• _Data section_:

// The sample written once into a fresh folder, in metres.
class WrittenResults : public ::testing::Test {
protected:
  void SetUp() override {
    grid = sample_grid();
    a = sample_assessment(grid);
    folder = dir.file("results");
    files = write_results(a, Mesh(grid, "beam.vtu", LengthUnit::m), folder, LengthUnit::m);
  }
  std::string file(const std::string& name) const { return folder + "/" + name; }
  const StationResult& station(int toe, int index) const {
    return a.toes[static_cast<std::size_t>(toe)].stations[static_cast<std::size_t>(index)];
  }

  TempDir dir;
  vtkSmartPointer<vtkUnstructuredGrid> grid;
  Assessment a;
  std::string folder;
  std::vector<std::string> files;
};

TEST_F(WrittenResults, ReturnsEveryFileInsideTheFolder) {
  const std::vector<std::string> expected{file("stations.vtp"), file("readout.vtp"), file("model.vtu"),
                                          file("results.pvd"), file("stations.csv"), file("results.json"),
                                          file("report.html"), file("view_results.py")};
  EXPECT_EQ(files, expected);
  for (const auto& f : files) EXPECT_TRUE(std::filesystem::is_regular_file(f)) << f;
  EXPECT_TRUE(std::filesystem::is_regular_file(file(OutputFolder::kMarkerName)));
}

TEST_F(WrittenResults, StationPointsAreInModelUnitsAndLinesFollowEachToe) {
  auto data = read_vtp(file("stations.vtp"));
  ASSERT_EQ(data->GetNumberOfPoints(), 6);
  EXPECT_EQ(data->GetPoints()->GetDataType(), VTK_DOUBLE);
  int row = 0;
  for (int t = 0; t < 2; ++t)
    for (int s = 0; s < 3; ++s, ++row) {
      double x[3];
      data->GetPoint(row, x);
      for (int k = 0; k < 3; ++k) EXPECT_DOUBLE_EQ(x[k], station(t, s).station.x[k] / 1000.0);  // mm -> m [D]
    }
  EXPECT_EQ(data->GetNumberOfVerts(), 6);
  ASSERT_EQ(data->GetNumberOfLines(), 2);
  EXPECT_EQ(cell_ids(data->GetLines(), 0), (std::vector<vtkIdType>{0, 1, 2}));     // open toe
  EXPECT_EQ(cell_ids(data->GetLines(), 1), (std::vector<vtkIdType>{3, 4, 5, 3}));  // loop closes on its start
}

TEST_F(WrittenResults, StationArraysCarryEveryResult) {
  auto data = read_vtp(file("stations.vtp"));
  ASSERT_EQ(data->GetNumberOfPoints(), 6);
  auto* toe = ints(data, "toe number");
  auto* id = ints(data, "station id");
  auto* arc = doubles(data, "arc length [m]");
  auto* hot0 = doubles(data, "hot-spot stress hoist loaded [MPa]");
  auto* hot1 = doubles(data, "hot-spot stress lift, 'swung' [MPa]");  // VTK names cannot hold '"'
  auto* range = doubles(data, "hot-spot stress range [MPa]");
  auto* allowable = doubles(data, "allowable stress range [MPa]");
  auto* util = doubles(data, "utilization [-]");
  auto* life = doubles(data, "life [cycles]");
  auto* exceeds = ints(data, "exceeds allowable [1 = yes]");
  auto* has = ints(data, "has result [1 = yes]");
  ASSERT_TRUE(toe && id && arc && hot0 && hot1 && range && allowable && util && life && exceeds && has);
  int row = 0;
  for (int t = 0; t < 2; ++t)
    for (int s = 0; s < 3; ++s, ++row) {
      const StationResult& in = station(t, s);
      EXPECT_EQ(toe->GetValue(row), t + 1);
      EXPECT_EQ(id->GetValue(row), s + 1);
      EXPECT_DOUBLE_EQ(arc->GetValue(row), in.station.arc / 1000.0);  // mm -> m [D]
      EXPECT_EQ(has->GetValue(row), in.ok() ? 1 : 0);
      EXPECT_EQ(exceeds->GetValue(row), in.ok() && in.utilization > 1.0 ? 1 : 0);
      if (!in.ok()) {
        for (auto* a_ : {hot0, hot1, range, allowable, util, life}) EXPECT_TRUE(std::isnan(a_->GetValue(row)));
        continue;
      }
      EXPECT_EQ(hot0->GetValue(row), in.hot_spot[0]);
      EXPECT_EQ(hot1->GetValue(row), in.hot_spot[1]);
      EXPECT_EQ(range->GetValue(row), in.range);
      EXPECT_EQ(allowable->GetValue(row), in.allowable);
      EXPECT_EQ(util->GetValue(row), in.utilization);
      EXPECT_EQ(life->GetValue(row), in.life);
    }
  EXPECT_EQ(exceeds->GetValue(0), 1);              // utilization 1.675 > 1
  EXPECT_TRUE(std::isinf(life->GetValue(1)));      // no damage: +inf survives the binary file
  EXPECT_STREQ(data->GetPointData()->GetScalars()->GetName(), "utilization [-]");
}

TEST_F(WrittenResults, StationFramesAreVectorsAndNaNWithoutFrame) {
  auto data = read_vtp(file("stations.vtp"));
  auto* tangent = doubles(data, "toe tangent [unit vector]");
  auto* normal = doubles(data, "surface normal [unit vector]");
  auto* readout = doubles(data, "read-out direction [unit vector]");
  ASSERT_TRUE(tangent && normal && readout);
  EXPECT_EQ(tangent->GetNumberOfComponents(), 3);
  const double* t0 = tangent->GetTuple3(0);
  const double* n0 = normal->GetTuple3(0);
  EXPECT_EQ(Vec3(t0[0], t0[1], t0[2]), Vec3(1, 0, 0));
  EXPECT_EQ(Vec3(n0[0], n0[1], n0[2]), Vec3(0, 0, 1));
  const double* r0 = readout->GetTuple3(0);
  EXPECT_EQ(Vec3(r0[0], r0[1], r0[2]), Vec3(0, -1, 0));
  EXPECT_TRUE(std::isnan(readout->GetComponent(5, 0)));  // toe 2 station 3 has no frame
}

• _What the exercise asks_:
Looking at the entries above, count the lines that hold the string "GetLines" and reply with the count alone.

• _Problem solution_:
2